#### [About this task]
In the data below, find the line containing "char| !letter.is_ascii_digit() && !matches!(letter, '.' | ','))", then set down that line and every later line up to and including the line containing "as a number.", exactly.

#### [Given records]
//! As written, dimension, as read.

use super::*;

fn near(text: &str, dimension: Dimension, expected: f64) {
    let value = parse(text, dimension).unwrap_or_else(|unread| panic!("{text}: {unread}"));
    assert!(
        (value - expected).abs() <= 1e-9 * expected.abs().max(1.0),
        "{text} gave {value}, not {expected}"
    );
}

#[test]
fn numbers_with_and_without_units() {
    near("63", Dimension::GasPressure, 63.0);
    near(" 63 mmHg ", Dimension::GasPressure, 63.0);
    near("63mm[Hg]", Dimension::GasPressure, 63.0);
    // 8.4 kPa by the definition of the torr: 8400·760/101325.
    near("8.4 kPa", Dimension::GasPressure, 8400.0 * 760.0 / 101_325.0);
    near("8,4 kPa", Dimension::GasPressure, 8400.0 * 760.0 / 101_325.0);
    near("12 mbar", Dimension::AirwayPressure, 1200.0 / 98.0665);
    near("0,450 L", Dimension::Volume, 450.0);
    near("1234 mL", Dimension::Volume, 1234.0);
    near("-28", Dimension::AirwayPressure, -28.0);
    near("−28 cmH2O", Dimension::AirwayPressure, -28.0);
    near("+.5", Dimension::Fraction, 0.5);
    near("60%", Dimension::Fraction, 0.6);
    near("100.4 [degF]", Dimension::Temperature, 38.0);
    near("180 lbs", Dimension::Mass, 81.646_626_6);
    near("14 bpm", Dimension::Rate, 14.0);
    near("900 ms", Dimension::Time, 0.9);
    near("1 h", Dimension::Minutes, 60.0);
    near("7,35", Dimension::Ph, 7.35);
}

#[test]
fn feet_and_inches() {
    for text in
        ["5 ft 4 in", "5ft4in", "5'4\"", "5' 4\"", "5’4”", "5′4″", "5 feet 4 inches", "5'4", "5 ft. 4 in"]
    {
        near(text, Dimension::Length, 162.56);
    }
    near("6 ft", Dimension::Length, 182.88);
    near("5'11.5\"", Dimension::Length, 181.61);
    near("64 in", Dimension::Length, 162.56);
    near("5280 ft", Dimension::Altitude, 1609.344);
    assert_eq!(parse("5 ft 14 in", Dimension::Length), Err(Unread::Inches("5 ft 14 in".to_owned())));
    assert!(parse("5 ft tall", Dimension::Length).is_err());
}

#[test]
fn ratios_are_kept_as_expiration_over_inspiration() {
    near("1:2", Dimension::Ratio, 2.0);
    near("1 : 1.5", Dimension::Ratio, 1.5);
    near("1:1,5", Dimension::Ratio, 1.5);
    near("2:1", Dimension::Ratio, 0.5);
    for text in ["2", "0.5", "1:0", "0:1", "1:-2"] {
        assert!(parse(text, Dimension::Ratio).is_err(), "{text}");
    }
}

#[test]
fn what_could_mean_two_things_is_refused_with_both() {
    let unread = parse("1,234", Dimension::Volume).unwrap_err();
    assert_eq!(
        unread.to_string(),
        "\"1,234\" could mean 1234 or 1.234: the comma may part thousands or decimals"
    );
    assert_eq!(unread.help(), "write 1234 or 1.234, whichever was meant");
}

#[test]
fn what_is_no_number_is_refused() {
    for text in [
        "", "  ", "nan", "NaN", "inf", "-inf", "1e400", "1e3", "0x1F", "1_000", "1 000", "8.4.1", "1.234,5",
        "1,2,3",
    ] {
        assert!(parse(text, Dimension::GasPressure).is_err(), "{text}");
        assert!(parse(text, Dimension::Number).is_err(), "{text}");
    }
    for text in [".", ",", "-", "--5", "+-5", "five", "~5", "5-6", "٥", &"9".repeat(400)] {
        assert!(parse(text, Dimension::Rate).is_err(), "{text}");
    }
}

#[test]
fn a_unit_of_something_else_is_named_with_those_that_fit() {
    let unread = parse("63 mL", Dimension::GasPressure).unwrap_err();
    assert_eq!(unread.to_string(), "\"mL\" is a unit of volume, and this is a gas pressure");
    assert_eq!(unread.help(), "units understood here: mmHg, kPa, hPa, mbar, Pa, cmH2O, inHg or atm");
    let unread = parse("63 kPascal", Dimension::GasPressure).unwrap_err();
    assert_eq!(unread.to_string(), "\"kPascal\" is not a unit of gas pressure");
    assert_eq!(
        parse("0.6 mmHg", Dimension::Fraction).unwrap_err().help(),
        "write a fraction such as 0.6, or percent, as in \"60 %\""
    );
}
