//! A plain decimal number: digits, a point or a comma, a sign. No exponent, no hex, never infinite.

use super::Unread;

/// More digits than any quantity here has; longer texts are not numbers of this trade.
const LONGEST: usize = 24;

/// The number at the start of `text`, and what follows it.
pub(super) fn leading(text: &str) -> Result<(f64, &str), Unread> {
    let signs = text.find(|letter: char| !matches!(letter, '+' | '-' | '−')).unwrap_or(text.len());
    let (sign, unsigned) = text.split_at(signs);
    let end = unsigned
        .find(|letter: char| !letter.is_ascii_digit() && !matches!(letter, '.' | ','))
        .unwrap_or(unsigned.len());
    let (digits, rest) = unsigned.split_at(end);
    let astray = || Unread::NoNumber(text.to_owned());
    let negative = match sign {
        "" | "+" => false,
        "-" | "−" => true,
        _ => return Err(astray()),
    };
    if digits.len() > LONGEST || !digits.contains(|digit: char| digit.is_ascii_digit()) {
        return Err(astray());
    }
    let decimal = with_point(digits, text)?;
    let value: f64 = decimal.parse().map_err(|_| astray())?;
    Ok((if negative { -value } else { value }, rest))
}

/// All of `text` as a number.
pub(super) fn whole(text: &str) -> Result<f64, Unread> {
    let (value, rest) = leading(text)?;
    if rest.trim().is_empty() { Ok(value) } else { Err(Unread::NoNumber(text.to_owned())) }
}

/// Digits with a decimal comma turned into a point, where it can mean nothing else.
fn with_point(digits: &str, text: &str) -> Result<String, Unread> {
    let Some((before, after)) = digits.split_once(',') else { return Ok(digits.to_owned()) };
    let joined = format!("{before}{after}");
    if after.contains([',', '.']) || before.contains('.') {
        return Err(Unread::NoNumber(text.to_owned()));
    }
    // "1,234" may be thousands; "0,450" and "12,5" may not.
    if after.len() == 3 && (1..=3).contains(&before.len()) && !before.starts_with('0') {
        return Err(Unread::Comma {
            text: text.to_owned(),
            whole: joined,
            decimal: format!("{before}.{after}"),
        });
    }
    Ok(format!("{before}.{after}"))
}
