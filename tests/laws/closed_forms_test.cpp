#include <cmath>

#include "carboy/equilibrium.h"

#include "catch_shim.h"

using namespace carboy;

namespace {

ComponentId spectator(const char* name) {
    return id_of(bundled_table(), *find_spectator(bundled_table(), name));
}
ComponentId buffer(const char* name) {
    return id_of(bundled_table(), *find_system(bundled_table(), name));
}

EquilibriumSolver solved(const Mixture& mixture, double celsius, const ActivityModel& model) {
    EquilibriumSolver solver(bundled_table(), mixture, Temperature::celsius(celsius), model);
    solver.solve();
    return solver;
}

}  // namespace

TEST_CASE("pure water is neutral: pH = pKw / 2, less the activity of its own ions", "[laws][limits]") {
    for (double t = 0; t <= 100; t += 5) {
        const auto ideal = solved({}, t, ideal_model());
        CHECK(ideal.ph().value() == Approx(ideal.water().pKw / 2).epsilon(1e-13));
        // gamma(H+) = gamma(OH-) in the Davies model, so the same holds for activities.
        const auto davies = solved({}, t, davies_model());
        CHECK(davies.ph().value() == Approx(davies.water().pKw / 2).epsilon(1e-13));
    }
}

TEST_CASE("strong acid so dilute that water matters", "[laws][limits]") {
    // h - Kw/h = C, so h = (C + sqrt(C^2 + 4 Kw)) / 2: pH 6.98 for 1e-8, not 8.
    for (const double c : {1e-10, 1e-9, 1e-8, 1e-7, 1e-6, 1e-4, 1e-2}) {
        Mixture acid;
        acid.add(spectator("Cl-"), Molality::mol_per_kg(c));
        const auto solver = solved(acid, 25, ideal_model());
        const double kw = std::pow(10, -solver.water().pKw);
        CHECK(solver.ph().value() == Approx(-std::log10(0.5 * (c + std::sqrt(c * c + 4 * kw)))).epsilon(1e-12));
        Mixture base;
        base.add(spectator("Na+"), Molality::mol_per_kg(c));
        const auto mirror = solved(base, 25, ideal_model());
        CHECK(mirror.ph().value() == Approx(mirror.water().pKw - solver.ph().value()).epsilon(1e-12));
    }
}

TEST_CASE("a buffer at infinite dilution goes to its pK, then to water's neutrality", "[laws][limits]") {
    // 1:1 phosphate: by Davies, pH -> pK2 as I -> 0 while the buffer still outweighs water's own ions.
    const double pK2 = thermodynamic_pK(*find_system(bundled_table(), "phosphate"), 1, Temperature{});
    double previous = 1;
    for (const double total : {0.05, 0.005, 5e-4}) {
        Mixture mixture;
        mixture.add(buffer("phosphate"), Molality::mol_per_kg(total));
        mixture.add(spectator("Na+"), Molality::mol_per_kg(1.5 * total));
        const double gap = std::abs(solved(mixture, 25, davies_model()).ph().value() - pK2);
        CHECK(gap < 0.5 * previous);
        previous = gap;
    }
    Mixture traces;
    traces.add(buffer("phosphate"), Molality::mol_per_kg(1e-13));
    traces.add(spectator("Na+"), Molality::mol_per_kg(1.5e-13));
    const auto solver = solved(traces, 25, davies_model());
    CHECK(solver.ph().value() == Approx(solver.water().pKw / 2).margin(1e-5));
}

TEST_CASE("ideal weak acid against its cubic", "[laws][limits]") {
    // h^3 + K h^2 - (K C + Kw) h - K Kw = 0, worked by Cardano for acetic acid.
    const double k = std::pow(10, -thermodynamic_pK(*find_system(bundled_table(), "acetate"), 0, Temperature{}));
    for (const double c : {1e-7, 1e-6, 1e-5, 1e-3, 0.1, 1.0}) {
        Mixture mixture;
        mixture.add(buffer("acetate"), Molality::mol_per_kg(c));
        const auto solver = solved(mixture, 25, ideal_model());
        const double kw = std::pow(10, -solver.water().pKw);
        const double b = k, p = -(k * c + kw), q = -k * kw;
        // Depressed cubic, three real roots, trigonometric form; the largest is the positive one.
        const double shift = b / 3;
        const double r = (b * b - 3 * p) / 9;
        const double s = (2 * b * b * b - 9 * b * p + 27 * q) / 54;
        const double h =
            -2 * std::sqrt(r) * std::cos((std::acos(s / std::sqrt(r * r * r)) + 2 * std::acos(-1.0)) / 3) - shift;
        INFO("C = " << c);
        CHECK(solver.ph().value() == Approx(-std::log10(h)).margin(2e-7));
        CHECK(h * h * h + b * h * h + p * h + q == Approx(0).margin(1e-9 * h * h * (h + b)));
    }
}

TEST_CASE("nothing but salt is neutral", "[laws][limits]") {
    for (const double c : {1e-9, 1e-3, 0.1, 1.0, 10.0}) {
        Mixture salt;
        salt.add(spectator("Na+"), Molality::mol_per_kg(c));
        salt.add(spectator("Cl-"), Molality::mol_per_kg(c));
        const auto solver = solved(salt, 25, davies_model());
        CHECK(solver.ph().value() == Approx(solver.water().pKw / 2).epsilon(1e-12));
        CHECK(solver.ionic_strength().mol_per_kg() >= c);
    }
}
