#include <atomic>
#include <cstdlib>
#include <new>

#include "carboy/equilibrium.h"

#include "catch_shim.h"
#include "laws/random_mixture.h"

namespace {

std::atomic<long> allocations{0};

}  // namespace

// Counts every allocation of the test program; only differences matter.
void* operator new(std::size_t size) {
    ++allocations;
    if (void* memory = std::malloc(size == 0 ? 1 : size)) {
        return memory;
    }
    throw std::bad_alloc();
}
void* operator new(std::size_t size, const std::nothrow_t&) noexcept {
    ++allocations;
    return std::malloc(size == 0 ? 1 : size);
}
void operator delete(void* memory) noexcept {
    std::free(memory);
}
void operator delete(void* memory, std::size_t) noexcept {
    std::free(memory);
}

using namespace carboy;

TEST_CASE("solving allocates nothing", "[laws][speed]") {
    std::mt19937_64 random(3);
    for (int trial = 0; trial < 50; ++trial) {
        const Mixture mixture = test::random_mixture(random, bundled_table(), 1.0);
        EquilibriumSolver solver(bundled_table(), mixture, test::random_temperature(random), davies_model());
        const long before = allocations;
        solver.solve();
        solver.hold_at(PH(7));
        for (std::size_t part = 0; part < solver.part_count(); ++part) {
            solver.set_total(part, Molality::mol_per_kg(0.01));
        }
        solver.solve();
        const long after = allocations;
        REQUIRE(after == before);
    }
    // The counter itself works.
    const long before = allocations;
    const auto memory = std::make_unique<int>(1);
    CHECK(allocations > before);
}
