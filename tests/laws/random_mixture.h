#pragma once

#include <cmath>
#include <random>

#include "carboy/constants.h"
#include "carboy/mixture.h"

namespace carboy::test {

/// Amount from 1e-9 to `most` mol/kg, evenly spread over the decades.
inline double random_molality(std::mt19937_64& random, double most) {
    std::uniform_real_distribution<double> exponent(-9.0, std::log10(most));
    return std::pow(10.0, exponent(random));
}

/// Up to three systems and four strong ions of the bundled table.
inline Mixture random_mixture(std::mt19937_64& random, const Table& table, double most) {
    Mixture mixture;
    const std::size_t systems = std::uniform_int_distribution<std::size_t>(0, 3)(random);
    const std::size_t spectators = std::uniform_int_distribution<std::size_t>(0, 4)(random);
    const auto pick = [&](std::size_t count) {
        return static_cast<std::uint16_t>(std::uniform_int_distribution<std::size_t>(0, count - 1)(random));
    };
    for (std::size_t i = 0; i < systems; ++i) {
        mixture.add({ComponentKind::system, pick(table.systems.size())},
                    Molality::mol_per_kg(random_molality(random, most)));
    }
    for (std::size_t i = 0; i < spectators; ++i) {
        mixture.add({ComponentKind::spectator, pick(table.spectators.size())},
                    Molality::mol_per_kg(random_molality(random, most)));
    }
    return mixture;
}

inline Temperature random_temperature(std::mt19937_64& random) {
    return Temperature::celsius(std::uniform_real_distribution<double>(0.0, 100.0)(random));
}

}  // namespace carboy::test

#### [Result below]
        .find(|letter: char| !letter.is_ascii_digit() && !matches!(letter, '.' | ','))
        .unwrap_or(unsigned.len());
    let (digits, rest) = unsigned.split_at(end);
    let astray = || Unread::NoNumber(text.to_owned());
    let negative = match sign {
        "" | "+" => false,
        "-" | "−" => true,
        _ => return Err(astray()),
    };
    if digits.len() > LONGEST || !digits.contains(|digit: char| digit.is_ascii_digit()) {
        return Err(astray());
    }
    let decimal = with_point(digits, text)?;
    let value: f64 = decimal.parse().map_err(|_| astray())?;
    Ok((if negative { -value } else { value }, rest))
}

/// All of `text` as a number.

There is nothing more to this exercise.